Any help v. much appreciated. Is it a stupid question as there has been no responses?

D


----------



## ClubMan (30 May 2007)

Have you asked your solicitor to advise?


----------



## CCOVICH (30 May 2007)

If there was no mention in the contracts that the kitchen would be worth X, then I don't know if you have a case-it is probably a case of take it or leave it at this stage, and if contracts have been signed and exchanged, then I would say it is pretty much a case of 'take it'.


----------



## woods (30 May 2007)

I do not know if "kitchen to be included and discussed with client" give you the right to demand any standard.


----------



## dtb (30 May 2007)

Thanks for the responses,

The truth is that I was a clown for trusting the guy. Leeson learned


----------



## iwsf (15 Jun 2007)

I also learnt it the hard way.
Builders are not to be trusted , everything  i mean EVERYTHING should be on paper.


----------



## Meathman99 (15 Jun 2007)

iwsf said:


> I also learnt it the hard way.
> Builders are not to be trusted , everything i mean EVERYTHING should be on paper.



I'm sure you mean that nobody should be trusted with your money. Not builders, solicitors, accountants, architects or car salepeople.  Thats the problem these days, you can trust nobody


----------



## Jaid79 (15 Jun 2007)

iwsf said:


> I also learnt it the hard way.
> Builders are not to be trusted , everything i mean EVERYTHING should be on paper.


 
It is generally true to say a verbal agreement is not worth the paper its writen on. 

It has been my experience that when dealing with builders, trades, developers including Architects, Engineers and the like, it is best practice to confirm all your agreements in writen format.

Your first course of action should be, confirm too the builder by registered post, a non-emotional, no frills, factual letter, stating that you are not willing to except his contract variation. This is mainly due to inadequate information and due time for consideration prior to signing the contract.

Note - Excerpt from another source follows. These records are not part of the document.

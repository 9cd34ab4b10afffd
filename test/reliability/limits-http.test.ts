import { readFileSync } from "node:fs";
import { join } from "node:path";
import { afterAll, beforeAll, describe, expect, it } from "vitest";
import { projectRoot } from "../../adapters/project-root.js";
import { startBuiltServer, untilLogged } from "../helpers/built-server.js";

// Issue 22's bounds, through the built server as it ships (one HTTP process, one compute thread),
// with a small compute budget and answer limit so each case runs in about a second.
const example = (p: string) =>
  (
    JSON.parse(readFileSync(join(projectRoot(), "examples", "requests", `${p}.json`), "utf8")) as {
      input: Record<string, unknown>;
    }
  ).input;
const review = example("review");
const reviewRequirement = review.requirement as Record<string, unknown>;
const reviewCandidates = review.candidates as unknown[];
const { monteCarlo: _mc, ...plainReview } = review;
const rulesEvaluate = example("rules.evaluate");
const bridgeAc = example("bridgeAc");
const profile = (n: number) => Array.from({ length: n }, (_, i) => ({ timeS: i * 0.001, voltageV: 8 + (i % 7) }));
/** the liveness probe's timeout in deploy/deployment.yaml, seconds */
const LIVENESS_TIMEOUT_S = Number(
  /livenessProbe:\n(?:\s+\w+:.*\n)*?\s+timeoutSeconds: (\d+)/.exec(
    readFileSync(join(projectRoot(), "deploy", "deployment.yaml"), "utf8"),
  )?.[1],
);
const deep = (n: number) => `${'{"a":'.repeat(n)}1${"}".repeat(n)}`;

let server: Awaited<ReturnType<typeof startBuiltServer>>;
beforeAll(async () => {
  server = await startBuiltServer({
    BACKSTOP_HTTP_PROCESSES: "1",
    BACKSTOP_WORKERS: "1",
    BACKSTOP_REQUEST_TIMEOUT_MS: "4000",
    BACKSTOP_MAX_ANSWER_BYTES: "1000000",
    LOG_LEVEL: "info", // for the start-up line "rule sets ready"
  });
  // past start-up: the built-in rule sets compiled in the main thread (its log line), the compute
  // thread up (a thread starting on a busy host may take past the budget: its first calls are retried)
  await untilLogged(server, "rule sets ready");
  let warm = 0;
  for (let k = 0; k < 10 && warm !== 200; k += 1) warm = (await post("/v1/rules.evaluate", rulesEvaluate)).status;
  expect(warm).toBe(200);
}, 60_000);
afterAll(() => {
  if (server?.child.exitCode === null) server.child.kill("SIGKILL");
});

const post = async (path: string, body: unknown, headers: Record<string, string> = {}) => {
  const res = await fetch(`${server.base}${path}`, {
    method: "POST",
    headers: { "content-type": "application/json", ...headers },
    body: typeof body === "string" ? body : JSON.stringify(body),
  });
  const text = await res.text();
  return { status: res.status, text, json: () => JSON.parse(text) as Record<string, unknown> };
};
/** The backstop error body of a /v1 problem or a /trpc error. */
const bodyOf = (r: { json: () => Record<string, unknown> }) => {
  const j = r.json();
  if ("error" in j)
    return (j.error as { data: { backstop: { code: string; message: string; issues: { message: string }[] } } }).data
      .backstop;
  return { code: j.code as string, message: j.detail as string, issues: j.issues as { message: string }[] };
};

describe("limits on inputs: 422 naming the limit, over /v1, bulk, /trpc and reports", () => {
  it("a 10,000-deep input is refused before any hand-off (it was a 500 on /v1/rules.evaluate)", async () => {
    for (const [path, text] of [
      ["/v1/rules.evaluate", deep(10_000)],
      ["/v1/rules.evaluate/bulk", `[${deep(10_000)}]`],
      ["/trpc/rules.evaluate", deep(10_000)],
      ["/v1/review/report", deep(10_000)],
      ["/v1/review", deep(65)],
    ] as const) {
      const r = await post(path, text);
      expect([path, r.status]).toEqual([path, 422]);
      expect(bodyOf(r).code).toBe("limit-exceeded");
      expect(bodyOf(r).message).toMatch(/BACKSTOP_MAX_INPUT_DEPTH/);
    }
    expect((await post("/v1/review", deep(60))).status).toBe(400); // within the depth limit: an ordinary invalid input
  });

  it("a metrics record of 50,000 names: one issue naming the limit, a small answer (was 75-224 MB)", async () => {
    const metrics = Object.fromEntries(Array.from({ length: 50_000 }, (_, i) => [`noSuchMetric${i}`, 1]));
    for (const path of ["/v1/rules.evaluate", "/trpc/rules.evaluate"]) {
      const r = await post(path, { ...rulesEvaluate, metrics });
      expect(r.status).toBe(422);
      expect(bodyOf(r).issues).toHaveLength(1);
      expect(bodyOf(r).message).toMatch(/at most 256 \(limit BACKSTOP_MAX_METRICS\)/);
      expect(r.text.length).toBeLessThan(5000);
    }
  });

  it("an error answer lists the first 20 issues and counts the rest", async () => {
    const metrics = Object.fromEntries(Array.from({ length: 200 }, (_, i) => [`noSuchMetric${i}`, 1]));
    for (const path of ["/v1/rules.evaluate", "/trpc/rules.evaluate"]) {
      const r = await post(path, { ...rulesEvaluate, metrics });
      expect(r.status).toBe(400);
      const issues = bodyOf(r).issues;
      expect(issues).toHaveLength(21);
      expect(issues[20]?.message).toMatch(
        /^180 more issues not listed \(the first 20 of 200 are; limit BACKSTOP_MAX_ERROR_ISSUES\)/,
      );
      expect(r.text.length).toBeLessThan(8000);
    }
  });

  it("candidates, profile points x candidates and Monte Carlo samples past their limits", async () => {
    const many = {
      ...plainReview,
      candidates: Array.from({ length: 65 }, (_, i) => reviewCandidates[i % reviewCandidates.length]),
    };
    const r1 = await post("/v1/review", many);
    expect(r1.status).toBe(422);
    expect(bodyOf(r1).message).toMatch(/candidates in one review: at most 64 \(limit BACKSTOP_MAX_CANDIDATES\)/);
    const long = {
      ...plainReview,
      requirement: { ...reviewRequirement, startProfile: profile(600) },
      candidates: reviewCandidates.slice(0, 2),
    };
    const r2 = await post("/trpc/review", long);
    expect(r2.status).toBe(422);
    expect(bodyOf(r2).message).toMatch(
      /start-up profile points times candidates is 1200: at most 1000 \(limit BACKSTOP_MAX_PROFILE_WORK\)/,
    );
    const mc = { ...review, monteCarlo: { ...(review.monteCarlo as object), samples: 100_001 } };
    const r3 = await post("/v1/review", mc);
    expect(r3.status).toBe(422);
    expect(bodyOf(r3).message).toMatch(/BACKSTOP_MAX_MONTE_CARLO_SAMPLES/);
  });
});

describe("limits on answers and time", () => {
  it("an answer past BACKSTOP_MAX_ANSWER_BYTES is 422 answer-too-large on /v1, bulk, /trpc and reports", async () => {
    const big = {
      ...plainReview,
      requirement: { ...reviewRequirement, startProfile: profile(200) },
      candidates: reviewCandidates.slice(0, 1),
      curves: true, // the profile's samples, so that the answer passes 1 MB
    };
    for (const path of ["/v1/review", "/trpc/review", "/v1/review/report?format=json"]) {
      const r = await post(path, big);
      expect([path, r.status]).toEqual([path, 422]);
      expect(bodyOf(r).code).toBe("answer-too-large");
      expect(bodyOf(r).message).toMatch(/at most 1000000 \(limit BACKSTOP_MAX_ANSWER_BYTES\)/);
    }
    const bulk = await post(
      "/v1/review/bulk",
      Array.from({ length: 2 }, () => ({ ...big, requirement: { ...reviewRequirement, startProfile: profile(60) } })),
    ); // about 0.7 MB each
    expect(bulk.status).toBe(422);
    expect(bodyOf(bulk).code).toBe("answer-too-large");
  });

  it("/trpc and reports run under the compute budget, off the request thread: /livez answers meanwhile, within the liveness probe's timeout", async () => {
    // a server of its own with a 1 s budget and room for 1,000,000 Monte Carlo samples: tens of seconds
    // of compute with a small answer (100,000, the default limit, can finish within 1 s on Node 22)
    const own = await startBuiltServer({
      BACKSTOP_HTTP_PROCESSES: "1",
      BACKSTOP_WORKERS: "1",
      BACKSTOP_REQUEST_TIMEOUT_MS: "1000",
      BACKSTOP_MAX_MONTE_CARLO_SAMPLES: "1000000",
      LOG_LEVEL: "info",
    });
    try {
      const slow = { ...review, monteCarlo: { ...(review.monteCarlo as object), samples: 1_000_000 } };
      // past its start-up warm-up: the built-in rule sets compile in the main thread, then it logs this
      await untilLogged(own, "rule sets ready");
      for (const path of ["/trpc/review", "/v1/review/report?format=markdown"]) {
        const call = fetch(`${own.base}${path}`, {
          method: "POST",
          headers: { "content-type": "application/json" },
          body: JSON.stringify(slow),
        }).then(async (res) => {
          const text = await res.text();
          return { status: res.status, text, json: () => JSON.parse(text) as Record<string, unknown> };
        });
        let done = false;
        void call.finally(() => {
          done = true;
        });
        const probes: number[] = [];
        while (!done) {
          const t0 = performance.now();
          expect((await fetch(`${own.base}/livez`)).status).toBe(200);
          probes.push(performance.now() - t0);
          await new Promise((r) => setTimeout(r, 50));
        }
        const r = await call;
        expect([path, r.status]).toEqual([path, 503]);
        expect(bodyOf(r).code).toBe("compute-timeout");
        // the event: /livez kept being answered while the call ran (a request thread busy with the
        // call would have answered none until it ended); the bound: each probe within the timeout of
        // the pod's liveness probe, past which the kubelet counts a failure (deploy/deployment.yaml)
        expect(probes.length).toBeGreaterThan(3);
        const sorted = [...probes].sort((a, b) => a - b);
        console.log(
          `${path}: /livez ms during the call, median ${sorted[Math.floor(sorted.length / 2)]?.toFixed(0)}, max ${sorted.at(-1)?.toFixed(0)} over ${sorted.length}`,
        );
        expect(sorted.at(-1)).toBeLessThan(LIVENESS_TIMEOUT_S * 1000);
      }
    } finally {
      own.child.kill("SIGKILL"); // also when an expectation fails: no server left behind
    }
  });
});

describe("reports", () => {
  it("bridgeAc with sourceRmsV 5e-324 draws (it was a 500); ?id= and candidate labels are escaped in Markdown", async () => {
    const tiny = await post("/v1/bridgeAc/report?format=markdown", { ...bridgeAc, sourceRmsV: 5e-324 });
    expect(tiny.status).toBe(200);
    const label = "<img src=x onerror=alert(1)> *bold* [link](http://example.invalid) | cell";
    const id = "<script>x</script>_[a](b)";
    const labelled = { ...plainReview, candidates: [{ ...(reviewCandidates[0] as object), label }] };
    const md = await post(`/v1/review/report?format=markdown&id=${encodeURIComponent(id)}`, labelled);
    expect(md.status).toBe(200);
    expect(md.text).not.toMatch(/(^|[^\\])<script>/m);
    expect(md.text).not.toMatch(/(^|[^\\])<img/m);
    expect(md.text).not.toMatch(/(^|[^\\])\[link\]\(/m);
    expect(md.text).toContain("\\<script>x\\</script>\\_\\[a\\](b)");
    expect(md.text).toContain("\\<img src=x onerror=alert(1)> \\*bold\\* \\[link\\](http://example.invalid) \\| cell");
  });
});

You then request he proceed on the bases of your prior agreement, mentioned in said contract.

Followed by you clarifying the agreement, quoting wordings from your verbal conversation regarding the kitchen.... 20k discount based on his accepted quotation... discount was not offered or taken, by way of any omission, part-omission or subsitution of the items contained and was a lump sum discount taken across all works contained in his quotation.

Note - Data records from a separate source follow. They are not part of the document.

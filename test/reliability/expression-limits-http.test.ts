import type { ChildProcess } from "node:child_process";
import { mkdtempSync, rmSync, writeFileSync } from "node:fs";
import { tmpdir } from "node:os";
import { join } from "node:path";
import { afterAll, beforeAll, describe, expect, it } from "vitest";
import { startBuiltServer } from "../helpers/built-server.js";

// The rule-expression size limits (contracts/limits.ts: BACKSTOP_MAX_EXPRESSION_CHARS and
// BACKSTOP_MAX_EXPRESSION_NODES) set small on the built server: an inline rule set past either is
// refused with 422 limit-exceeded naming the variable, over /v1 and /trpc; a rules-folder file past
// one is refused at load with the limit named; an expression within both is answered.
const LIMITS = { BACKSTOP_MAX_EXPRESSION_CHARS: "60", BACKSTOP_MAX_EXPRESSION_NODES: "8" };
// 30 characters, within 8 syntax nodes (answered below)
const WITHIN = "tjWorstC <= part.tjMaxC - 25 K";
// 49 characters, at least 11 nodes (five operators, six operands)
const TOO_MANY_NODES = "tjWorstC + lossWorstW + dropWorstV + 1 + 2 <= 200";
// 74 characters
const TOO_LONG = `tjWorstC <= part.tjMaxC - 25 K${" ".repeat(44)}`;

const rule = (expression: string, when?: string) => ({
  id: "r",
  title: "r",
  appliesTo: "all",
  ...(when === undefined ? {} : { when }),
  expression,
  severity: "fail",
  source: "test",
  rationale: "test",
});
const inline = (expression: string, when?: string) => ({
  stageKind: "nfet-ideal-diode",
  metrics: { tjWorstC: 96.4, lossWorstW: 0.12, dropWorstV: 0.04 },
  part: { tjMaxC: 175 },
  ruleSet: { id: "small", version: "1", description: "small", rules: [rule(expression, when)] },
});

let server: { child: ChildProcess; base: string };
const dir = mkdtempSync(join(tmpdir(), "backstop-expression-limits-"));
beforeAll(async () => {
  writeFileSync(
    join(dir, "long.json"),
    JSON.stringify({ id: "company-long", version: "1", description: "one rule too long", rules: [rule(TOO_LONG)] }),
  );
  server = await startBuiltServer({ ...LIMITS, BACKSTOP_WORKERS: "1", BACKSTOP_RULES_DIR: dir, LOG_LEVEL: "warn" });
});
afterAll(() => {
  if (server?.child.exitCode === null) server.child.kill("SIGKILL");
  rmSync(dir, { recursive: true, force: true });
});
const post = async (path: string, body: unknown) => {
  const res = await fetch(`${server.base}${path}`, {
    method: "POST",
    headers: { "content-type": "application/json" },
    body: JSON.stringify(body),
  });
  return { status: res.status, json: (await res.json()) as Record<string, unknown> };
};

describe("rule-expression size limits, configured", () => {
  it("refuses an inline expression or precondition past either limit with 422 naming the limit", async () => {
    for (const [body, variable, field] of [
      [inline(TOO_LONG), "BACKSTOP_MAX_EXPRESSION_CHARS", "expression"],
      [inline(TOO_MANY_NODES), "BACKSTOP_MAX_EXPRESSION_NODES", "expression"],
      [inline(WITHIN, TOO_MANY_NODES), "BACKSTOP_MAX_EXPRESSION_NODES", "when"],
    ] as const) {
      const v1 = await post("/v1/rules.evaluate", body);
      expect(v1.status).toBe(422);
      expect(v1.json.code).toBe("limit-exceeded");
      const issues = v1.json.issues as { path: (string | number)[]; message: string }[];
      expect(issues.map((i) => i.path.join("."))).toEqual([`ruleSet.rules.0.${field}`]);
      expect(issues[0]?.message).toMatch(new RegExp(`\\(limit ${variable}\\)$`));
      const trpc = await post("/trpc/rules.evaluate", body);
      expect(trpc.status).toBe(422);
      expect(JSON.stringify(trpc.json)).toContain(`(limit ${variable})`);
    }
  });

  it("answers an expression within both limits", async () => {
    const r = await post("/v1/rules.evaluate", inline(WITHIN));
    expect(r.status).toBe(200);
    expect((r.json.result as { outcome: string }).outcome).toBe("pass");
  });

  it("refuses a rules-folder file whose expression is past a limit, naming it", async () => {
    const r = await post("/v1/rules.list", {});
    expect(r.status).toBe(200);
    const refused = r.json.refused as { file: string; problems: { message: string }[] }[];
    const long = refused.find((f) => f.file.endsWith("long.json"));
    expect(long?.problems.map((p) => p.message)).toEqual([
      expect.stringMatching(/characters; the limit is 60 \(limit BACKSTOP_MAX_EXPRESSION_CHARS\)$/),
    ]);
  });
});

Providing your telling us the truth and not just looking for loop hole to get a more expensive kitchen (I`m not casting any shadow over you ability to tell the truth, this sort of disputes, are generally not as cut and dry as they seem). You would and should get your kitchen as agreed.

What form of contract have you signed up to? I am assuming the builders? You see he has had years to cover all loopholes and the like, watch out for a guy like this coming back with variations in cost due to P.C. Sums, Provisional Sum, Exculsion and all sorts of tricks.

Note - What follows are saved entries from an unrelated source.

// fibreAt resolves --fiber or --dispersion-ps-nm-km and the wavelength.
type fibreAt struct {
	FrequencyTHz *number `name:"frequency-thz" xor:"freq" help:"Channel frequency in THz (default 193.1)."`
	WavelengthNm *number `name:"wavelength-nm" xor:"freq" help:"Channel wavelength in nm."`
	Fiber        string  `default:"g652" help:"Fibre type: g652, g652-bound, g655, g654e."`
	DispersionPs *number `name:"dispersion-ps-nm-km" help:"Dispersion coefficient D in ps/(nm·km), instead of the fibre type's."`
}

func (f fibreAt) resolve() (optics.Fiber, float64, float64, error) {
	thz := optics.GridAnchorTHz
	switch {
	case f.FrequencyTHz != nil:
		thz = float64(*f.FrequencyTHz)
	case f.WavelengthNm != nil:
		thz = optics.THzFromWavelengthNm(float64(*f.WavelengthNm))
	}
	if !(thz >= 150 && thz <= 250) {
		return optics.Fiber{}, 0, 0, usageErrorf("channel frequency %g THz is outside 150…250 THz", thz)
	}
	nm := optics.WavelengthNmFromTHz(thz)
	fib, err := optics.FiberByName(f.Fiber)
	if err != nil {
		return optics.Fiber{}, 0, 0, usageErrorf("--fiber: %v", strings.TrimPrefix(err.Error(), "optics: "))
	}
	if f.DispersionPs != nil {
		fib = optics.CustomFiber(fib, nm, float64(*f.DispersionPs), fib.SlopePsNm2Km(nm))
	}
	return fib, thz, nm, nil
}

// CalcLengthCmd gives the fibre length implied by a CD.
type CalcLengthCmd struct {
	calcFormat
	fibreAt
	CDPsNm number `name:"cd-ps-nm" required:"" placeholder:"PS/NM" help:"Measured accumulated chromatic dispersion in ps/nm."`
}

// Run prints length_km.
func (c *CalcLengthCmd) Run(pr *printer) error {
	fib, thz, nm, err := c.resolve()
	if err != nil {
		return err
	}
	d := fib.DispersionPsNmKm(nm)
	if d == 0 {
		return usageErrorf("the dispersion coefficient is 0: no length follows from a CD")
	}
	return printCalc(pr, c.Format, []calcItem{
		{parse.CDpsPerNm.Column(), "chromatic dispersion", "ps/nm", float64(c.CDPsNm), 1},
		{parse.FrequencyTHz.Column(), "frequency", "THz", thz, 5},
		{"wavelength_nm", "wavelength", "nm", nm, 3},
		{"dispersion_ps_nm_km", "D (" + fib.Name + ")", "ps/(nm·km)", d, 3},
		{"length_km", "implied fibre length", "km", optics.ImpliedLengthKm(float64(c.CDPsNm), fib, nm), 2},
	})
}

// CalcCDCmd gives the CD of a fibre length.
type CalcCDCmd struct {
	calcFormat
	fibreAt
	LengthKm float64 `name:"length-km" required:"" placeholder:"KM" help:"Fibre length in km."`
}

// Run prints cd_ps_nm.
func (c *CalcCDCmd) Run(pr *printer) error {
	if !(c.LengthKm >= 0) {
		return usageErrorf("--length-km %g must not be negative", c.LengthKm)
	}
	fib, thz, nm, err := c.resolve()
	if err != nil {
		return err
	}
	d := fib.DispersionPsNmKm(nm)
	return printCalc(pr, c.Format, []calcItem{
		{"length_km", "fibre length", "km", c.LengthKm, 2},
		{parse.FrequencyTHz.Column(), "frequency", "THz", thz, 5},
		{"wavelength_nm", "wavelength", "nm", nm, 3},
		{"dispersion_ps_nm_km", "D (" + fib.Name + ")", "ps/(nm·km)", d, 3},
		{"slope_ps_nm2_km", "dispersion slope", "ps/(nm²·km)", fib.SlopePsNm2Km(nm), 4},
		{parse.CDpsPerNm.Column(), "chromatic dispersion", "ps/nm", d * c.LengthKm, 1},
	})
}

// CalcDGDCmd gives Maxwellian DGD statistics.
type CalcDGDCmd struct {
	calcFormat
	MeanPs      *number `name:"mean-ps" xor:"mean" help:"Mean DGD in ps."`
	PMDCoeff    *number `name:"pmd-ps-sqrt-km" xor:"mean" help:"PMD coefficient in ps/√km (needs --length-km)."`
	LengthKm    *number `name:"length-km" help:"Route length in km, with --pmd-ps-sqrt-km."`
	LimitPs     *number `name:"limit-ps" help:"Instantaneous DGD limit in ps: print the probability of exceeding it."`
	Probability *number `name:"probability" help:"Exceedance probability: print the DGD exceeded with that probability."`
}

// Run prints exceed_probability and/or the quantile.
func (c *CalcDGDCmd) Run(pr *printer) error {
	if c.MeanPs == nil && c.PMDCoeff == nil {
		return usageErrorf("dgd: give --mean-ps, or --pmd-ps-sqrt-km with --length-km")
	}
	var mean float64
	var items []calcItem
	if c.MeanPs != nil {
		mean = float64(*c.MeanPs)
	} else {
		if c.LengthKm == nil {
			return usageErrorf("--pmd-ps-sqrt-km needs --length-km")
		}
		if !(float64(*c.PMDCoeff) >= 0) || !(float64(*c.LengthKm) >= 0) {
			return usageErrorf("--pmd-ps-sqrt-km and --length-km must not be negative")
		}
		mean = optics.MeanDGDPs(float64(*c.PMDCoeff), float64(*c.LengthKm))
		items = append(items,
			calcItem{"pmd_ps_sqrt_km", "PMD coefficient", "ps/√km", float64(*c.PMDCoeff), 3},
			calcItem{"length_km", "route length", "km", float64(*c.LengthKm), 2})
	}
	if !(mean > 0) {
		return usageErrorf("the mean DGD must be positive (got %g ps)", mean)
	}
	if c.LimitPs == nil && c.Probability == nil {
		return usageErrorf("give --limit-ps, --probability, or both")
	}
	items = append(items,
		calcItem{"mean_dgd_ps", "mean DGD", "ps", mean, 3},
		calcItem{"rms_dgd_ps", "rms DGD", "ps", mean * math.Sqrt(3*math.Pi/8), 3})
	if c.LimitPs != nil {
		if !(float64(*c.LimitPs) > 0) {
			return usageErrorf("--limit-ps %g must be positive", float64(*c.LimitPs))
		}
		p := optics.MaxwellExceedProbability(float64(*c.LimitPs), mean)
		items = append(items,
			calcItem{"limit_ps", "DGD limit", "ps", float64(*c.LimitPs), 3},
			calcItem{"limit_to_mean", "limit / mean", "", float64(*c.LimitPs) / mean, 3},
			calcItem{"exceed_probability", "P(DGD > limit)", "", p, -1},
			calcItem{"exceed_minutes_per_year", "expected time above limit", "min/year", p * 365.25 * 24 * 60, -1})
	}
	if c.Probability != nil {
		if !(float64(*c.Probability) > 0 && float64(*c.Probability) < 1) {
			return usageErrorf("--probability %g must be between 0 and 1", float64(*c.Probability))
		}
		items = append(items,
			calcItem{"probability", "exceedance probability", "", float64(*c.Probability), -1},
			calcItem{"dgd_at_probability_ps", "DGD exceeded with it", "ps", optics.MaxwellQuantile(float64(*c.Probability), mean), 3})
	}
	return printCalc(pr, c.Format, items)
}

// CalcPowerCmd converts dBm ↔ mW.
type CalcPowerCmd struct {
	calcFormat
	DBm *number `name:"dbm" xor:"in" help:"Power in dBm."`
	MW  *number `name:"mw" xor:"in" help:"Power in mW."`
}

// Run prints power_dbm and power_mw.
func (c *CalcPowerCmd) Run(pr *printer) error {
	if c.DBm == nil && c.MW == nil {
		return usageErrorf("power: give --dbm or --mw")
	}
	var dbm, mw float64
	if c.DBm != nil {
		dbm, mw = float64(*c.DBm), optics.DBmToMW(float64(*c.DBm))
	} else {
		if !(float64(*c.MW) > 0) {
			return usageErrorf("--mw %g must be positive", float64(*c.MW))
		}
		dbm, mw = optics.MWToDBm(float64(*c.MW)), float64(*c.MW)
	}
	return printCalc(pr, c.Format, []calcItem{
		{"power_dbm", "power", "dBm", dbm, 3},
		{"power_mw", "power", "mW", mw, -1},
		{"power_uw", "power", "µW", mw * 1000, -1},
	})
}

// CalcGridCmd places a frequency or wavelength on the DWDM grid.
type CalcGridCmd struct {
	calcFormat
	THz            *number `name:"thz" xor:"in" help:"Frequency in THz."`
	Nm             *number `name:"nm" xor:"in" help:"Vacuum wavelength in nm."`
	GranularityGHz float64 `name:"granularity-ghz" default:"6.25" help:"Grid granularity in GHz: 6.25 (flexible grid), 12.5, 25, 50 or 100."`
}

// Run prints the nearest grid point and the offset from it.
func (c *CalcGridCmd) Run(pr *printer) error {
	if c.THz == nil && c.Nm == nil {
		return usageErrorf("grid: give --thz or --nm")
	}
	if !(c.GranularityGHz > 0) {
		return usageErrorf("--granularity-ghz %g must be positive", c.GranularityGHz)
	}
	var thz float64
	if c.THz != nil {
		thz = float64(*c.THz)
	} else {
		thz = optics.THzFromWavelengthNm(float64(*c.Nm))
	}
	if !(thz >= 150 && thz <= 250) {
		return usageErrorf("frequency %g THz is outside 150…250 THz (DWDM bands)", thz)
	}
	g, n := optics.NearestGridTHz(thz, c.GranularityGHz)
	return printCalc(pr, c.Format, []calcItem{
		{parse.FrequencyTHz.Column(), "frequency", "THz", thz, 6},
		{"wavelength_nm", "wavelength", "nm", optics.WavelengthNmFromTHz(thz), 3},
		{"granularity_ghz", "grid granularity", "GHz", c.GranularityGHz, 2},
		{"grid_n", "grid index n (193.1 THz + n·step)", "", float64(n), 0},
		{"grid_frequency_thz", "nearest grid frequency", "THz", g, 6},
		{"grid_wavelength_nm", "nearest grid wavelength", "nm", optics.WavelengthNmFromTHz(g), 3},
		{"offset_ghz", "offset from grid", "GHz", (thz - g) * 1000, 3},
	})
}

// CalcASECmd gives the ASE OSNR of N identical amplifiers.
type CalcASECmd struct {
	calcFormat
	PinDBm       number  `name:"pin-dbm" required:"" placeholder:"DBM" help:"Per-channel input power of each amplifier in dBm."`
	NFdB         float64 `name:"nf-db" default:"5.5" help:"Amplifier noise figure in dB."`
	Amplifiers   int     `default:"1" help:"Number of identical amplifiers in the chain."`
	FrequencyTHz float64 `name:"frequency-thz" default:"193.1" help:"Channel frequency in THz."`
}

// Run prints the photon-noise constant and the chain's OSNR.
func (c *CalcASECmd) Run(pr *printer) error {
	if c.Amplifiers < 1 {
		return usageErrorf("--amplifiers %d must be at least 1", c.Amplifiers)
	}
	if !(c.FrequencyTHz >= 150 && c.FrequencyTHz <= 250) {
		return usageErrorf("--frequency-thz %g is outside 150…250 THz", c.FrequencyTHz)
	}
	if !(c.NFdB >= 0 && c.NFdB < 30) {
		return usageErrorf("--nf-db %g must be between 0 and 30 dB", c.NFdB)
	}
	one := optics.AmplifierOSNRdB(float64(c.PinDBm), c.NFdB, c.FrequencyTHz)
	return printCalc(pr, c.Format, []calcItem{
		{"pin_dbm", "input power per amplifier", "dBm", float64(c.PinDBm), 2},
		dbItem("nf_db", "noise figure", c.NFdB),
		{"amplifiers", "amplifiers", "", float64(c.Amplifiers), 0},
		{"photon_noise_dbm", "h·ν·Bref (12.5 GHz)", "dBm", optics.PhotonNoiseDBm(c.FrequencyTHz, optics.ReferenceBandwidthGHz), 3},
		dbItem("osnr_one_db", "OSNR of one amplifier (0.1 nm)", one),
		dbItem(parse.OSNRdB.Column(), "OSNR of the chain (0.1 nm)", one-optics.LinearToDB(float64(c.Amplifiers))),
	})
}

If this went too court and the builder did not respond with in a reasonable amount of time, by the fact your letter remained unchallenged you would be in a very very strong position to win.

Hope this helps?


----------



## dtb (26 Jun 2007)

Thanks Everyone,

Jaid79 thanks for your help, the facts were true and we weren't trying to get a more expensive kitchen. We just wanted what he had promised us but I understand what you are saying about things not always being clear cut. I will do as you suggested and see how I get on.

D


----------



## Jaid79 (27 Aug 2007)

dtb said:


> Thanks Everyone,
> 
> Jaid79 thanks for your help, the facts were true and we weren't trying to get a more expensive kitchen. We just wanted what he had promised us but I understand what you are saying about things not always being clear cut. I will do as you suggested and see how I get on.
> 
> D


 
how did you get on?

Jaid


----------



## dtb (20 Sep 2007)

Hi Jade,

Dispute still going on. They installed a Kitchen which looked ok until closer inspection. 20 snags identified after installation. A Friend who is a builder said that we should demand that kitchen be taken out and replaced as workmanship is poor or else get a PC sum for same. This is where we are at present. Will keep you informed.


----------